◆ **Task instructions**: Gather all lines in the entries below that include the word "planeSeries".

Source records:
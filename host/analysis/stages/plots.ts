// Stage: the downsampled series the report and the live view draw (≤ ~2000 points each), and the running g.
import type { RunPlane } from '../plane-of-run.ts';
import { qualityFactor } from '../damping.ts';
import type { GateOffset } from '../gate-offset.ts';
import type { ClockApplied, SequencedPasses } from '../passes.ts';
import type { PlotSeries } from '../result.ts';
import type { Decay } from './decay.ts';
import type { Periods } from './periods.ts';
import type { Reduction } from './reduction.ts';

const DEG = 180 / Math.PI;

/** Every `step`-th element, so plots stay ≤ ~max points. */
function thin<T>(xs: readonly T[], max = 2000): T[] {
  if (xs.length <= max) return [...xs];
  const step = xs.length / max;
  const out: T[] = [];
  for (let k = 0; k < max; k++) out.push(xs[Math.floor(k * step)]!);
  return out;
}

/** What the running g needs: the final g, its u, the statistical part of it, and the mean-of-periods T0 it scales from. */
export interface RunningGInput {
  readonly g: number | null;
  readonly g_u: number | null;
  readonly statRel: number;
  readonly T0mean: number | null;
}

/**
 * g from the cumulative mean of the reduced periods up to each of ≤ 100 times, scaled to the final g; its u keeps
 * the systematic part of the budget and replaces the statistics by the scatter so far.
 */
function runningG(p: SequencedPasses, per: Periods, red: Reduction, rg: RunningGInput): PlotSeries['gRunning'] {
  const out = { t_s: [] as number[], g: [] as number[], g_u: [] as number[] };
  const { g, g_u: gU } = rg;
  if (g === null || gU === null) return out;
  const sysRel2 = Math.max(0, (gU / g) ** 2 - (2 * rg.statRel) ** 2);
  const P0 = red.P0;
  const steps = Math.min(100, P0.length);
  let s = 0;
  let s2 = 0;
  let m = 0;
  let k0 = 0;
  for (let j = 1; j <= steps; j++) {
    const k1 = Math.floor((j * P0.length) / steps);
    for (; k0 < k1; k0++) if (red.keep[k0]) (s += P0[k0]!), (s2 += P0[k0]! ** 2), m++;
    if (m === 0) continue;
    const mean = s / m;
    const sdRel = m > 1 ? Math.sqrt(Math.max(0, s2 / m - mean * mean)) / mean / Math.sqrt(m) : 0;
    const gk = g * (rg.T0mean! / mean) ** 2;
    out.t_s.push(p.t[per.ends[k1 - 1]!]!);
    out.g.push(gk);
    out.g_u.push(gk * Math.sqrt(sysRel2 + 4 * sdRel * sdRel));
  }
  return out;
}

/** The plots stage. */
export function plotSeries(
  p: SequencedPasses,
  per: Periods,
  red: Reduction,
  decay: Decay,
  gate: GateOffset | null,
  clock: ClockApplied,
  T0: number | null,
  rg: RunningGInput,
  plane?: RunPlane | null,
): PlotSeries {
  const pvIdx = thin(Array.from({ length: per.ends.length }, (_, k) => k).filter((k) => Number.isFinite(red.pAmp[k]!)));
  const avIdx = thin(Array.from({ length: decay.t.length }, (_, i) => i));
  const hv = gate ? thin(gate.series.t_s.map((t, i) => [t, gate.series.diff_s[i]!] as const)) : [];
  const d = decay.damping;
  return {
    periodVsAmplitude: { amplitude_deg: pvIdx.map((k) => red.pAmp[k]! * DEG), period_s: pvIdx.map((k) => per.P[k]!) },
    amplitudeVsTime: { t_s: avIdx.map((i) => decay.t[i]!), amplitude_deg: avIdx.map((i) => decay.amplitude[i]! * DEG) },
    halfPeriodAlternation: { t_s: hv.map((x) => x[0]), diff_s: hv.map((x) => x[1]) },
    clockResiduals: { host_s: thin(clock.residuals.host_s), residual_s: thin(clock.residuals.residual_s) },
    gRunning: runningG(p, per, red, rg),
    qVsAmplitude:
      d && T0 !== null
        ? { amplitude_deg: d.windows.map((w) => w.amplitude * DEG), Q: d.windows.map((w) => qualityFactor({ a0: w.rate, a1: 0, a2: 0 }, w.amplitude, T0)) }
        : { amplitude_deg: [], Q: [] },
    ...(plane ? { plane: planeSeries(p, plane) } : {}),
  };
}

/** The plane's per-pass columns at the measured passes, thinned like the other series. */
function planeSeries(p: SequencedPasses, plane: RunPlane): NonNullable<PlotSeries['plane']> {
  const idx = thin(Array.from({ length: p.t.length }, (_, i) => i).filter((i) => Number.isFinite(plane.azimuthDeg[i]!)));
  return {
    t_s: idx.map((i) => p.t[i]!),
    azimuth_deg: idx.map((i) => plane.azimuthDeg[i]!),
    minor_axis_m: idx.map((i) => plane.minorM[i]!),
    semi_major_m: idx.map((i) => plane.semiMajorM[i]!),
  };
}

◆ **Worked solution**:
    ...(plane ? { plane: planeSeries(p, plane) } : {}),
function planeSeries(p: SequencedPasses, plane: RunPlane): NonNullable<PlotSeries['plane']> {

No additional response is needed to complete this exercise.